Start of Data for this exercise

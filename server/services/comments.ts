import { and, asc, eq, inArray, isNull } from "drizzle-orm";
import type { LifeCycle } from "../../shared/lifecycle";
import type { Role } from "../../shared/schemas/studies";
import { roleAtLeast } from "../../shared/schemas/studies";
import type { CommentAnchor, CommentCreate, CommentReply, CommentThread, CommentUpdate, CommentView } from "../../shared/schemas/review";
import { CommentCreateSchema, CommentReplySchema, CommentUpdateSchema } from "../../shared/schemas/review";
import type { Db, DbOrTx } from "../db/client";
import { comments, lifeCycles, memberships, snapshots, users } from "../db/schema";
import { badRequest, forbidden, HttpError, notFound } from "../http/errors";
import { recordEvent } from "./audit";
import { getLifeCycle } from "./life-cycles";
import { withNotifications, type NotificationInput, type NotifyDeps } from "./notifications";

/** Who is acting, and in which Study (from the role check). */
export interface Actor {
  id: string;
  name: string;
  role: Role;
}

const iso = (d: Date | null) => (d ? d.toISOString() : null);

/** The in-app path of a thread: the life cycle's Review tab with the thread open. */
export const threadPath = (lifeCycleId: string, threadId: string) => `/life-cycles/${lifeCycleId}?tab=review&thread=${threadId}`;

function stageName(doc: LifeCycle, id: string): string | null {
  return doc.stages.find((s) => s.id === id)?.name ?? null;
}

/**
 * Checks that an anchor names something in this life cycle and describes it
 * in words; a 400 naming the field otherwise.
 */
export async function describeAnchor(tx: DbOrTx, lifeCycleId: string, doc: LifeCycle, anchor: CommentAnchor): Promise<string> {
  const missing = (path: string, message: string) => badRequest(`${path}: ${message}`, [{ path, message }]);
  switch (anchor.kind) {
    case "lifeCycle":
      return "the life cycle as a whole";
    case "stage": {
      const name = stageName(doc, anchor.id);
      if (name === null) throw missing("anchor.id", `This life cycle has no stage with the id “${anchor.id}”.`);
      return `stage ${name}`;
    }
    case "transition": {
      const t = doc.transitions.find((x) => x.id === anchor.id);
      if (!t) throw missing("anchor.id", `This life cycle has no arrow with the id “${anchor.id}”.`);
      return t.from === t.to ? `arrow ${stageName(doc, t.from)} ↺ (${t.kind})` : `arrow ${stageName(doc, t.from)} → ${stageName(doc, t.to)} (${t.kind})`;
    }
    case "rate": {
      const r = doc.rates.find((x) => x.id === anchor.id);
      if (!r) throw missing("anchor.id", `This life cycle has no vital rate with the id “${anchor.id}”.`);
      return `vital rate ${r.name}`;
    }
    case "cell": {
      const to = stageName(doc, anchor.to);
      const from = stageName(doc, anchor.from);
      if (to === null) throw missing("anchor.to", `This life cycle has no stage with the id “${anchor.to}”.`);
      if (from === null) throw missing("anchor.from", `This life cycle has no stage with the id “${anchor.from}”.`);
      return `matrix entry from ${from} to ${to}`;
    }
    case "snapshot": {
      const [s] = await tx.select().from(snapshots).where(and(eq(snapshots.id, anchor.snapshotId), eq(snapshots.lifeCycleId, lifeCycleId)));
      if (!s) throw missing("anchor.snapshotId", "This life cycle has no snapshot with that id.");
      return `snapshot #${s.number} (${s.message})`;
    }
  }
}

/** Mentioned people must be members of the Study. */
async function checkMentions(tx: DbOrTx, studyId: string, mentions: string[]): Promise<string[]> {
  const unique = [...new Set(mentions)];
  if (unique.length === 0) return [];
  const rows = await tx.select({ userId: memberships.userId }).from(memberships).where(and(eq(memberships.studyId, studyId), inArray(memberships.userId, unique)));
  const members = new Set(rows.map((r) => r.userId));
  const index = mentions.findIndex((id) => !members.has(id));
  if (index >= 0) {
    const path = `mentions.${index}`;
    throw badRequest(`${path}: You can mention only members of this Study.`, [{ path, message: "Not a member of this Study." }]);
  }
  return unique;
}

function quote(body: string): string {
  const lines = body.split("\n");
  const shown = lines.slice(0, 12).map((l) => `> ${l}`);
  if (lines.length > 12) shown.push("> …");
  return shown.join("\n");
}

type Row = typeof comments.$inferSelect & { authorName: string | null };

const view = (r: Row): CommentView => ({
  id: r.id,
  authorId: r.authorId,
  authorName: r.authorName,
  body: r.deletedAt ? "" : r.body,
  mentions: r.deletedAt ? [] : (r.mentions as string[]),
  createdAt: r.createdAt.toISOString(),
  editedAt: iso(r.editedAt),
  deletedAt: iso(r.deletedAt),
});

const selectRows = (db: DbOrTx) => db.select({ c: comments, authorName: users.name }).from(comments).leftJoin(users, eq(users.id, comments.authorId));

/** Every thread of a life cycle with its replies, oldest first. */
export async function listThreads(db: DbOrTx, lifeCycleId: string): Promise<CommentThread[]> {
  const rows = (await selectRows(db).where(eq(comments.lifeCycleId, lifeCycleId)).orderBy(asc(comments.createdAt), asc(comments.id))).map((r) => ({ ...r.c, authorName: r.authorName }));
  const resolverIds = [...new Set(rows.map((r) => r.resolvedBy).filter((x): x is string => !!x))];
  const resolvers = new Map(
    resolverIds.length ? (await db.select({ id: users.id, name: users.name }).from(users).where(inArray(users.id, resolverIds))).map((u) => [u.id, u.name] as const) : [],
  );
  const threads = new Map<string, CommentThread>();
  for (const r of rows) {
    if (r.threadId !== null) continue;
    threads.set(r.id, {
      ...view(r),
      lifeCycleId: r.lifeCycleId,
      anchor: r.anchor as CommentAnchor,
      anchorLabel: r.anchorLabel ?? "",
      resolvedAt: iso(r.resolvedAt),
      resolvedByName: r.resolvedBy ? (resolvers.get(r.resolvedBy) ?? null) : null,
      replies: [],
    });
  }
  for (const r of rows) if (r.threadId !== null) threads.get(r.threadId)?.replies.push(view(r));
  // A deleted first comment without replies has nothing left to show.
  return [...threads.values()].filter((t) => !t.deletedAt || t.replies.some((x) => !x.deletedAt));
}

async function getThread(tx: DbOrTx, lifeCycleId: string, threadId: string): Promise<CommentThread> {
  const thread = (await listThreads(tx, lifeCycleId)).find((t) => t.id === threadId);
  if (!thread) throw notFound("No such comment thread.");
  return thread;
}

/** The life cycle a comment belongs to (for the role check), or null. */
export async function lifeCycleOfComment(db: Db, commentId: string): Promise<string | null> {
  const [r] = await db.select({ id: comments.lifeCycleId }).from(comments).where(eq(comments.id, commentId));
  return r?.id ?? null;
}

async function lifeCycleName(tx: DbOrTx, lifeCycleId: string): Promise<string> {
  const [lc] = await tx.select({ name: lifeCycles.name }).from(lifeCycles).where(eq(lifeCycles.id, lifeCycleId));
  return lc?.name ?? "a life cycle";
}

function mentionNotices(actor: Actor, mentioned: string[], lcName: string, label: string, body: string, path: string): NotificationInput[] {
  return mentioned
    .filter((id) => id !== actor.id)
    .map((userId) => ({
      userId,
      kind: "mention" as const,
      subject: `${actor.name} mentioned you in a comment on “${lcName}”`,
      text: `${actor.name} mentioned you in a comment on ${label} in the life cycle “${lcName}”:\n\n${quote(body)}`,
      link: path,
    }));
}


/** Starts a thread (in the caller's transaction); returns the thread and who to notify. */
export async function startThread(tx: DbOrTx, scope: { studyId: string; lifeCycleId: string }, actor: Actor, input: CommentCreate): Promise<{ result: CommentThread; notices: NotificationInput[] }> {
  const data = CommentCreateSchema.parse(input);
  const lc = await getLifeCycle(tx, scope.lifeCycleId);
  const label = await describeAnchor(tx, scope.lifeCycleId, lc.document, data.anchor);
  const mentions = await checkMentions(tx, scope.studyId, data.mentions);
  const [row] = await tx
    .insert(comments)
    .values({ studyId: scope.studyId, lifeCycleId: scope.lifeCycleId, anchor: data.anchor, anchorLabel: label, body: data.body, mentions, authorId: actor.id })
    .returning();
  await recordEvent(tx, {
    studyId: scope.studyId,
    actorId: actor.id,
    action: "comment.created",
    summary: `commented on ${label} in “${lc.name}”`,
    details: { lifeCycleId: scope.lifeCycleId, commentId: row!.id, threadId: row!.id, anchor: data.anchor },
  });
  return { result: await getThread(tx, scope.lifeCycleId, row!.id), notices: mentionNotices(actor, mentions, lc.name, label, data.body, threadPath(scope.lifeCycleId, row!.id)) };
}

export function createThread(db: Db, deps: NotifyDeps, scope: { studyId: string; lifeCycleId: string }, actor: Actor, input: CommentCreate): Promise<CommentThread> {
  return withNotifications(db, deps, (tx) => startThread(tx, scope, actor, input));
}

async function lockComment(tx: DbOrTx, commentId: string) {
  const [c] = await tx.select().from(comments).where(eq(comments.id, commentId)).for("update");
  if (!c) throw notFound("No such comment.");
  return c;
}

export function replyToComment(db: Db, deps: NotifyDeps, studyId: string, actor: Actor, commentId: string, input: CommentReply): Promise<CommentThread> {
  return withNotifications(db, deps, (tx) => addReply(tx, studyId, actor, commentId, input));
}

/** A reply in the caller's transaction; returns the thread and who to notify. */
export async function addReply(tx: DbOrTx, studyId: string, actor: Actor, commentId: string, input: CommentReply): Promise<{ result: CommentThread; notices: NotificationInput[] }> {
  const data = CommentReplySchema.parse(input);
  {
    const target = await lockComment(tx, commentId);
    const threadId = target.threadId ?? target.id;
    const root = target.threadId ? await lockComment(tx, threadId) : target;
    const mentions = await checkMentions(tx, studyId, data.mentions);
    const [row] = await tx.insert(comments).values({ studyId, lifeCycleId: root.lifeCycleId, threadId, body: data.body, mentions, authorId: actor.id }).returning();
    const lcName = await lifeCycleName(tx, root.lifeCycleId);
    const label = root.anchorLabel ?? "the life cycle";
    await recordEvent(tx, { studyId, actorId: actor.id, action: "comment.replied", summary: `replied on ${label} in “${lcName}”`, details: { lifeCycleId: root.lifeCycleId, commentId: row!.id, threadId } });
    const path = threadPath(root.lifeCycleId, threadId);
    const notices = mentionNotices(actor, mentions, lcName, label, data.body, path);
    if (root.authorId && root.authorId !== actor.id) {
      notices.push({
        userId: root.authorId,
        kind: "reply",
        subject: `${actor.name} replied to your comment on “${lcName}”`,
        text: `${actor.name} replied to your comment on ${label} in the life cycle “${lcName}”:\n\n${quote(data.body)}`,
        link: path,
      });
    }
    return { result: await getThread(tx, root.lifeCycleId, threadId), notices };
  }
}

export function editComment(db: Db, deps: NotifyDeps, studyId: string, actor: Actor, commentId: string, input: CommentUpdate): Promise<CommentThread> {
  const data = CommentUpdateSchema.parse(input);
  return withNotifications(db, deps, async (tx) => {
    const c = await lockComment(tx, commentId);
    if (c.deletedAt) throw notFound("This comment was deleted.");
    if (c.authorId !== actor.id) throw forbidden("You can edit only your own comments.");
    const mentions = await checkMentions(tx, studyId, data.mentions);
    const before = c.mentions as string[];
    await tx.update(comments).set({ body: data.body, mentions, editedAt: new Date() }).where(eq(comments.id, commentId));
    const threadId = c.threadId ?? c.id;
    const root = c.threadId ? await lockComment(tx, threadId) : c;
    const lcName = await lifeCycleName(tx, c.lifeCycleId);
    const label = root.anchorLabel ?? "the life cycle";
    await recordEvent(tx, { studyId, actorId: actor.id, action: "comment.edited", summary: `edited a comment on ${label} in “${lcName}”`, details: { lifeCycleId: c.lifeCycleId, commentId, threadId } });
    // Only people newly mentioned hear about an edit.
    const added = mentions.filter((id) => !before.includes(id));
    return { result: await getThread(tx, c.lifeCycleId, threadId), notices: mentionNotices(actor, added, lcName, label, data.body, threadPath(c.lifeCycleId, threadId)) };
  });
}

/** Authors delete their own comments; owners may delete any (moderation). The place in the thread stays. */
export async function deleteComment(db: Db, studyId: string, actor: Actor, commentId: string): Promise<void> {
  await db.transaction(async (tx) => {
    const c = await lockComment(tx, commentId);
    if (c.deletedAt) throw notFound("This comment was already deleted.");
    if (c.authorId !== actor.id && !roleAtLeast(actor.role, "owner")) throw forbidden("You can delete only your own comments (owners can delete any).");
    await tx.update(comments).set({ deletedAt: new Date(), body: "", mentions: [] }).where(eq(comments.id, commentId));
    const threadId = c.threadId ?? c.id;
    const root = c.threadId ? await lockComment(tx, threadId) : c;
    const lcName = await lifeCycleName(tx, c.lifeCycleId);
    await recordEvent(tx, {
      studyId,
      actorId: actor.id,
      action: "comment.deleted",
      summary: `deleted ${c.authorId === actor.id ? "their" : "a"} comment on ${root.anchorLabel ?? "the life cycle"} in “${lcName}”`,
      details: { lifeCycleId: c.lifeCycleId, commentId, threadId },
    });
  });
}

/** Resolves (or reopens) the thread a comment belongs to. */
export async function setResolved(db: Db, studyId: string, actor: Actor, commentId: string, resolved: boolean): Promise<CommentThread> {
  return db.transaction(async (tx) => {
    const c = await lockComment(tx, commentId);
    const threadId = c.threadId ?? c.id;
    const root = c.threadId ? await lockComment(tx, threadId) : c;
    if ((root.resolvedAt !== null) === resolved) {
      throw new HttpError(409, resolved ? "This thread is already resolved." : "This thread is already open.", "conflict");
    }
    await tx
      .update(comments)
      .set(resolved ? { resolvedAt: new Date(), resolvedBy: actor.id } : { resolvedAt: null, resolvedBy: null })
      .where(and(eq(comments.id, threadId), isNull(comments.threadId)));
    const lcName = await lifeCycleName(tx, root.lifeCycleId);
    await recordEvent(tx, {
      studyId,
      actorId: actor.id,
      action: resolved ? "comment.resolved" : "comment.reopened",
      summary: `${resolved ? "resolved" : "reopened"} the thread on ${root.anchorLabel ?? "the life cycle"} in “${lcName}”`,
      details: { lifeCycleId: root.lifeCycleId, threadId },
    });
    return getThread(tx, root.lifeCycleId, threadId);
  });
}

End of Data for this exercise

Aim of the exercise - Each line in the records that carries "inArray" must be copied out.

Task result -
import { and, asc, eq, inArray, isNull } from "drizzle-orm";
  const rows = await tx.select({ userId: memberships.userId }).from(memberships).where(and(eq(memberships.studyId, studyId), inArray(memberships.userId, unique)));
    resolverIds.length ? (await db.select({ id: users.id, name: users.name }).from(users).where(inArray(users.id, resolverIds))).map((u) => [u.id, u.name] as const) : [],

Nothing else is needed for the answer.